Electricity where I live in Mexico is dead cheap, as long as you stay below a certain number of kwhs.

It’s a tiered system, but has nothing to do with time of day- the first tier is up to about l50 kwhs of consumption per the every 2 month bills, second tier is more expensive, etc.

My base rate is the equivalent of around $3.85 per kwh. I sometimes go into the second tier, which is a whopping $4.50 kwh.

It’s that cheap because the lower tiers are govt. subsidized. When you get into the 3rd tier, you lose the govt. subsidy, and the rate on all of your consumption is charged at about 4 times the base rate. So folks who have AC and pools usually install solar, otherwise the bills will be astronomical.

My average electricity bill for two months is $12. But my cooking stove is propane and so is my water heater.

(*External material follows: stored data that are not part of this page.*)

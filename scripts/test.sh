#!/usr/bin/env bash
# npm test: the same set-up as npm start against a separate test database, then every test.
# HEARTH_TEST_SLOT=N moves the test database and ports so that several runs can share a machine.
set -euo pipefail
source "$(dirname "$0")/lib.sh"
cd "$ROOT"

slot="${HEARTH_TEST_SLOT:-0}"
ensure_node_modules
ensure_chromium
ensure_nginx
# CI audits the production dependencies (npm run audit): a high or critical advisory fails the
# run; a registry that does not answer is reported and the tests go on.
if [ "${CI:-}" = "true" ]; then
  log "auditing the production dependencies (npm audit --omit=dev)"
  node_modules/.bin/tsx scripts/audit.ts
fi
# The tests get a cluster of their own, so that fsync=off never touches the shop's data.
PG_DIR="${HEARTH_TEST_PG_DIR:-$DATA_DIR/pg-test}"
PG_PORT="${HEARTH_TEST_PG_PORT:-$((PG_PORT + 1))}"
HEARTH_PG_FAST=1 HEARTH_OWN_PG=1 ensure_postgres
export HEARTH_DB_NAME="hearth_test${slot/#0/}"
export DATABASE_URL="postgres://postgres@127.0.0.1:$PG_PORT/$HEARTH_DB_NAME"
recreate_database "$HEARTH_DB_NAME"
export SESSION_SECRET="${SESSION_SECRET:-test-secret-$(node -e "process.stdout.write(require('crypto').randomBytes(24).toString('hex'))")}"
stack_env $((100 + slot * 20))
export HEARTH_DATA_DIR="$DATA_DIR/test$slot"
export HEARTH_TEST_OUTPUT="$ROOT/test-results"
export NEXT_DIST_DIR=".next-test$slot"
export NODE_ENV=production
rm -rf "$HEARTH_DATA_DIR/mail" "$HEARTH_DATA_DIR/s3"
mkdir -p "$HEARTH_DATA_DIR" "$HEARTH_TEST_OUTPUT"

if [ -z "${HEARTH_SKIP_TYPECHECK:-}" ]; then
  log "type-checking (tsc --noEmit)"
  node_modules/.bin/tsc --noEmit -p .
fi
log "migrating and seeding $HEARTH_DB_NAME"
node_modules/.bin/tsx db/migrate-cli.ts
node_modules/.bin/tsx db/seed-cli.ts
if [ -z "${HEARTH_SKIP_BUILD:-}" ] || [ ! -d "$NEXT_DIST_DIR" ]; then
  log "building the app into $NEXT_DIST_DIR"
  next_build "$HEARTH_DATA_DIR/build.log" || { tail -60 "$HEARTH_DATA_DIR/build.log"; exit 1; }
fi
log "running the tests"
exec node_modules/.bin/vitest run "$@"
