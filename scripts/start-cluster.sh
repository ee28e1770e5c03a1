#!/usr/bin/env bash
# npm run start:cluster: npm start's set-up, then nginx (Debian's nginx-light) on PORT (3000) in
# front of two app instances and two workers sharing one PostgreSQL (scripts/run-cluster.ts).
set -euo pipefail
source "$(dirname "$0")/lib.sh"
cd "$ROOT"

ensure_node_modules
ensure_nginx
prepare_production
exec node_modules/.bin/tsx scripts/run-cluster.ts
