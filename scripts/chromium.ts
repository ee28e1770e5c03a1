// Headless Chromium as the browser tests and the floor benchmark drive it (Debian's `chromium`
// package through playwright-core). Every launch gets a fresh temporary profile of its own.
import { chromium, type Browser } from "playwright-core";

/**
 * Switches that keep the browser's own background work off a small machine's cores while a page
 * is measured or tested: no network chatter, updates or sync, and no address-bar popup. Recent
 * Chromium builds (156 here) draw that popup as a web page of their own (chrome://omnibox-popup
 * .top-chrome) and start it with every browser window, headless ones included; on two cores its
 * ~0.5 s of script ran beside the page under test and slowed it by a third.
 */
export const CHROMIUM_ARGS = [
  "--no-sandbox", "--disable-gpu", "--disable-quic", "--no-first-run", "--disable-background-networking",
  "--disable-component-update", "--disable-sync",
  "--disable-features=WebUIOmniboxPopup,WebUIOmniboxFullPopup,WebUIOmniboxAimPopup",
];

export function launchChromium(): Promise<Browser> {
  return chromium.launch({ executablePath: process.env.HEARTH_CHROMIUM ?? "/usr/bin/chromium", headless: true, args: CHROMIUM_ARGS });
}
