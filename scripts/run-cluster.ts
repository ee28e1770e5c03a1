// The last step of `npm run start:cluster`: nginx on PORT in front of two app instances
// (PORT+1, PORT+2) and two workers, with the local fakes, until Ctrl-C.
import path from "node:path";
import { DEMO_PASSWORD, DEMO_USERS } from "../db/seed-users";
import { startCluster } from "./cluster";

async function main() {
  const port = Number(process.env.PORT ?? 3000);
  const dir = path.resolve(process.env.HEARTH_DATA_DIR ?? ".data", "nginx");
  const cluster = await startCluster({ proxyPort: port, appPorts: [port + 1, port + 2], workers: 2, env: process.env, dir, fakes: true });
  console.log(`\n  Hearth is running behind nginx at ${cluster.url}`);
  console.log(`  app instances: http://127.0.0.1:${port + 1} (app-1), http://127.0.0.1:${port + 2} (app-2); 2 workers; nginx files in ${dir}`);
  console.log(`  Demo sign-ins (password "${DEMO_PASSWORD}"): ${DEMO_USERS.map((u) => u.email).join(", ")}`);
  console.log(`  Health: ${cluster.url}/api/health   Stop: Ctrl-C\n`);
  let stopping = false;
  const stop = async () => {
    if (stopping) return;
    stopping = true;
    console.log("\n[hearth] stopping nginx, the apps, the workers and the fakes");
    await cluster.stop();
    process.exit(0);
  };
  process.on("SIGINT", () => void stop());
  process.on("SIGTERM", () => void stop());
  const procs = [cluster.nginx, ...cluster.apps, ...cluster.workers, ...cluster.others];
  await Promise.race(procs.map((p) => p.exited));
  if (!stopping) {
    console.error("[hearth] a process stopped unexpectedly; shutting down the others");
    await stop();
  }
}

main().catch((err) => {
  console.error("[hearth] failed to start:", err instanceof Error ? err.message : err);
  process.exit(1);
});
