import { NextResponse } from "next/server";
import { getDb } from "@/db/client";
import { updateLot } from "@/db/inventory/commands";
import { getLotOrThrow, lotGenealogy } from "@/db/inventory/reads";
import { requireUser } from "@/app/_server/session";
import { readJson, toErrorResponse } from "@/app/_server/errors";
import { updateLotSchema } from "@/lib/inventory/schemas";
import { readId, type IdContext } from "@/app/api/builds/_helpers";

// GET /api/inventory/lots/[id] – one lot with every unit and order it reached (every role)
export async function GET(_req: Request, ctx: IdContext) {
  try {
    await requireUser("shop:read");
    const id = await readId(ctx, "Feedstock lot");
    const db = getDb();
    const [lot, genealogy] = await Promise.all([getLotOrThrow(db, id), lotGenealogy(db, id)]);
    return NextResponse.json({ lot, genealogy });
  } catch (err) {
    return toErrorResponse(err);
  }
}

// PATCH /api/inventory/lots/[id] – release, reject or requarantine, count what is left, notes, expiry, certificate; with its version (technician, manager, admin)
export async function PATCH(req: Request, ctx: IdContext) {
  try {
    const user = await requireUser("inventory:write");
    const id = await readId(ctx, "Feedstock lot");
    const input = updateLotSchema.parse(await readJson(req));
    return NextResponse.json({ lot: await updateLot(getDb(), id, input, user.id) });
  } catch (err) {
    return toErrorResponse(err);
  }
}
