import { NextResponse } from "next/server";
import { getDb } from "@/db/client";
import { insertApiToken } from "@/db/api-tokens/commands";
import { listApiTokens } from "@/db/api-tokens/reads";
import { requireUser } from "@/app/_server/session";
import { readJson, toErrorResponse } from "@/app/_server/errors";
import { createApiTokenSchema } from "@/lib/auth/api-scopes";

// Tokens are managed by a signed-in admin only: "users:admin" is never in a token's scopes.

// GET /api/api-tokens – every token with its scopes, expiry, last use; never the token (admin)
export async function GET() {
  try {
    await requireUser("users:admin");
    return NextResponse.json({ tokens: await listApiTokens(getDb()) });
  } catch (err) {
    return toErrorResponse(err);
  }
}

// POST /api/api-tokens – create a token; the answer holds the token, shown this once (admin)
export async function POST(req: Request) {
  try {
    const actor = await requireUser("users:admin");
    const input = createApiTokenSchema.parse(await readJson(req));
    return NextResponse.json({ token: await insertApiToken(getDb(), actor.id, input) }, { status: 201 });
  } catch (err) {
    return toErrorResponse(err);
  }
}
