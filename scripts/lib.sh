#!/usr/bin/env bash
# Shared set-up steps for npm start, npm test and npm run dev. Each step is idempotent.
ROOT="$(cd "$(dirname "${BASH_SOURCE[0]}")/.." && pwd)"
DATA_DIR="${HEARTH_DATA_DIR:-$ROOT/.data}"
PG_PORT="${HEARTH_PG_PORT:-54329}"
PG_BIN="${HEARTH_PG_BIN:-/usr/lib/postgresql/15/bin}"
PG_DIR="${HEARTH_PG_DIR:-$DATA_DIR/pg}"
export HEARTH_DATA_DIR="$DATA_DIR"

log() { printf '\033[38;5;173m[hearth]\033[0m %s\n' "$*"; }

is_root() { [ "$(id -u)" = "0" ]; }

# Installs node_modules when missing or older than the lock file.
ensure_node_modules() {
  if [ ! -d "$ROOT/node_modules/.bin" ] || [ ! -f "$ROOT/node_modules/.package-lock.json" ] \
     || [ "$ROOT/package-lock.json" -nt "$ROOT/node_modules/.package-lock.json" ]; then
    log "installing dependencies (npm ci)"
    # --include=dev: the build needs its devDependencies (Tailwind's PostCSS plugin, TypeScript),
    # and npm leaves them out when NODE_ENV=production is in the environment.
    (cd "$ROOT" && npm ci --include=dev --no-audit --no-fund)
  fi
}

apt_install() {
  if ! is_root; then
    log "missing $* and not running as root: install it with apt-get install -y $*"
    return 1
  fi
  log "installing $* with apt-get"
  if ! DEBIAN_FRONTEND=noninteractive apt-get install -y -qq "$@" >/dev/null 2>&1; then
    apt-get update -qq >/dev/null 2>&1 || true
    DEBIAN_FRONTEND=noninteractive apt-get install -y -qq "$@" >/dev/null
  fi
}

ensure_postgres_binaries() {
  if [ ! -x "$PG_BIN/initdb" ]; then
    apt_install postgresql
  fi
  if ! id postgres >/dev/null 2>&1; then
    if is_root; then useradd --system --no-create-home --shell /usr/sbin/nologin postgres; fi
  fi
}

# nginx for the multi-instance arrangement (npm run start:cluster and its test).
ensure_nginx() {
  if [ -z "${HEARTH_NGINX:-}" ] && [ ! -x /usr/sbin/nginx ] && [ ! -x /usr/bin/nginx ]; then
    apt_install nginx-light
  fi
}

ensure_chromium() {
  if [ -z "${HEARTH_CHROMIUM:-}" ] && [ ! -x /usr/bin/chromium ]; then
    apt_install chromium
  fi
}

# Runs a PostgreSQL command as the unprivileged server user when we are root.
pg_as() {
  if is_root; then runuser -u postgres -- "$@"; else "$@"; fi
}

# Where the cluster of PG_DIR really lives. PostgreSQL refuses to run as root, so as root the
# server runs as the `postgres` user, which must be able to reach its data folder. A checkout
# under a folder closed to other users (root's home is 0700, so is a mktemp -d folder) cannot
# hold it; its cluster then lives in /var/lib/hearth/<hash of the folder's path>/<name>, owned by
# postgres, and the same checkout finds the same cluster again. Not root: the server runs as
# the invoking user in PG_DIR itself.
pg_home() {
  local dir="$1"
  if ! is_root || ! id postgres >/dev/null 2>&1; then printf '%s\n' "$dir"; return 0; fi
  local parent; parent="$(dirname "$dir")"
  mkdir -p "$parent"
  # root creates the folder and hands it over; the server user must only be able to pass through
  if runuser -u postgres -- test -x "$parent" 2>/dev/null; then
    printf '%s\n' "$dir"
    return 0
  fi
  local id; id="$(printf '%s' "$(realpath -m "$dir")" | sha256sum | cut -c1-16)"
  printf '%s\n' "${HEARTH_PG_HOME_ROOT:-/var/lib/hearth}/$id/$(basename "$dir")"
}

# Starts the project's own cluster: data in $DATA_DIR/pg (see pg_home), socket beside it, 127.0.0.1:$PG_PORT.
ensure_postgres() {
  if [ -n "${DATABASE_URL:-}" ] && [ -z "${HEARTH_OWN_PG:-}" ]; then
    log "using DATABASE_URL from the environment"
    return 0
  fi
  ensure_postgres_binaries
  local wanted="$PG_DIR"
  PG_DIR="$(pg_home "$PG_DIR")"
  if [ "$PG_DIR" != "$wanted" ]; then
    log "$wanted is out of the postgres user's reach; the cluster lives in $PG_DIR"
    mkdir -p "$(dirname "$PG_DIR")"
    chown postgres "$(dirname "$PG_DIR")"
    mkdir -p "$(dirname "$wanted")"
    printf '%s\n' "$PG_DIR" > "$wanted.location"
  fi
  local pgdata="$PG_DIR/data" sock="$PG_DIR/run"
  mkdir -p "$pgdata" "$sock"
  # several test runs may start at once: one of them creates and starts the cluster
  exec 9>"$PG_DIR.lock"
  flock 9
  if is_root; then chown -R postgres "$PG_DIR"; chmod 700 "$pgdata"; fi
  if [ ! -f "$pgdata/PG_VERSION" ]; then
    log "creating the database cluster in $pgdata"
    pg_as "$PG_BIN/initdb" -D "$pgdata" -U postgres --auth=trust --encoding=UTF8 --locale=C.UTF-8 >/dev/null
    cat >> "$pgdata/postgresql.conf" <<CONF
listen_addresses = '127.0.0.1'
port = $PG_PORT
unix_socket_directories = '$sock'
max_connections = 200
shared_buffers = 128MB
CONF
  fi
  if ! "$PG_BIN/pg_isready" -q -h 127.0.0.1 -p "$PG_PORT" -U postgres -d postgres; then
    if [ -f "$pgdata/postmaster.pid" ]; then
      local pid; pid=$(head -1 "$pgdata/postmaster.pid")
      if ! ps -p "$pid" -o comm= 2>/dev/null | grep -q postgres; then
        log "removing a stale postmaster.pid"
        rm -f "$pgdata/postmaster.pid"
      fi
    fi
    local opts=()
    # fsync off only for a cluster that holds nothing but test data
    [ "${HEARTH_PG_FAST:-}" = "1" ] && opts=(-o "-c fsync=off -c synchronous_commit=off")
    pg_as "$PG_BIN/pg_ctl" -D "$pgdata" -l "$PG_DIR/server.log" -w -t 60 "${opts[@]}" start >/dev/null
  fi
  flock -u 9
  export DATABASE_URL="postgres://postgres@127.0.0.1:$PG_PORT/${HEARTH_DB_NAME:-hearth}"
}

stop_postgres() {
  PG_DIR="$(pg_home "$PG_DIR")"
  local pgdata="$PG_DIR/data"
  if [ -f "$pgdata/postmaster.pid" ]; then
    pg_as "$PG_BIN/pg_ctl" -D "$pgdata" -m fast -w stop >/dev/null && log "PostgreSQL stopped ($PG_DIR)"
  else
    log "PostgreSQL is not running ($PG_DIR)"
  fi
}

# SESSION_SECRET from the environment, else one generated once into the data directory.
ensure_session_secret() {
  if [ -z "${SESSION_SECRET:-}" ]; then
    local f="$DATA_DIR/session-secret"
    if [ ! -s "$f" ]; then
      mkdir -p "$DATA_DIR"
      (umask 077; node -e "process.stdout.write(require('crypto').randomBytes(48).toString('base64url'))" > "$f")
    fi
    SESSION_SECRET="$(cat "$f")"
    export SESSION_SECRET
  fi
}

# Creates the database named in DATABASE_URL's path when it is missing (own cluster only).
ensure_database() {
  local name="$1"
  [ -n "${HEARTH_EXTERNAL_DB:-}" ] && return 0
  if ! "$PG_BIN/psql" -h 127.0.0.1 -p "$PG_PORT" -U postgres -d postgres -tAc "select 1 from pg_database where datname = '$name'" | grep -q 1; then
    "$PG_BIN/createdb" -h 127.0.0.1 -p "$PG_PORT" -U postgres "$name"
  fi
}

recreate_database() {
  local name="$1"
  "$PG_BIN/psql" -q -h 127.0.0.1 -p "$PG_PORT" -U postgres -d postgres -c "drop database if exists \"$name\" with (force)" >/dev/null
  "$PG_BIN/createdb" -h 127.0.0.1 -p "$PG_PORT" -U postgres "$name"
}

# Ports and addresses of the app and its local fakes. BASE moves them all (tests use another).
stack_env() {
  local base="${1:-0}"
  export PORT="${PORT:-$((3000 + base))}"
  export SMTP_PORT="${SMTP_PORT:-$((2525 + base))}"
  export MAIL_CAPTURE_PORT="${MAIL_CAPTURE_PORT:-$((2526 + base))}"
  export S3_PORT="${S3_PORT:-$((4569 + base))}"
  export WEBHOOK_RECEIVER_PORT="${WEBHOOK_RECEIVER_PORT:-$((2527 + base))}"
  export APP_URL="${APP_URL:-http://127.0.0.1:$PORT}"
  export MAIL_CAPTURE_URL="${MAIL_CAPTURE_URL:-http://127.0.0.1:$MAIL_CAPTURE_PORT}"
  export S3_ENDPOINT="${S3_ENDPOINT:-http://127.0.0.1:$S3_PORT}"
  export WEBHOOK_RECEIVER_URL="${WEBHOOK_RECEIVER_URL:-http://127.0.0.1:$WEBHOOK_RECEIVER_PORT}"
  export SMTP_HOST="${SMTP_HOST:-127.0.0.1}"
}

# next build, leaving the tracked tsconfig.json as it was: Next.js adds its output folder's
# type paths (.next-test1/types/**/*.ts, …) to `include` whenever they are not listed literally.
next_build() {
  local log_file="$1" saved
  saved="$(mktemp)"
  cp "$ROOT/tsconfig.json" "$saved"
  local rc=0
  node_modules/.bin/next build > "$log_file" 2>&1 || rc=$?
  cmp -s "$saved" "$ROOT/tsconfig.json" || cat "$saved" > "$ROOT/tsconfig.json"
  rm -f "$saved"
  return $rc
}

# What npm start and npm run start:cluster do before they start their processes: the database
# (own cluster unless DATABASE_URL is given), the session secret, the ports, the schema and the
# demo data in an empty database, then the production build (unless HEARTH_SKIP_BUILD).
prepare_production() {
  if [ -z "${DATABASE_URL:-}" ]; then
    ensure_postgres
    ensure_database "${HEARTH_DB_NAME:-hearth}"
  else
    log "using DATABASE_URL from the environment"
  fi
  ensure_session_secret
  stack_env 0
  export NODE_ENV=production

  log "migrating"
  node_modules/.bin/tsx db/migrate-cli.ts
  node_modules/.bin/tsx db/seed-cli.ts --if-empty
  if [ -z "${HEARTH_SKIP_BUILD:-}" ]; then
    log "building the app (next build)"
    next_build "$DATA_DIR/build.log" || { tail -40 "$DATA_DIR/build.log"; exit 1; }
  fi
}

We have off grid power only - so in winter we use generator on non sunny days. Generator runs on diesel, which is delivered to our tanks. Generator also has to be serviced like any other engine, after a number of hours. You are right to bring it up - what the industry calls “slow” season, with reduced prices, is actually more costly for us. In summer if the guests overuse the solar power with A/C and such, on goes the generator again, to make up for it. We have industrial deep cycle batteries to run the house, they can only store so much.

Our cook stove, house heaters, water heater are propane, augmented by solar hot water on the roof on sunny days. That was a fun idea, but the fuel savings over the last 20+ years has still not paid for the roof top solar water system!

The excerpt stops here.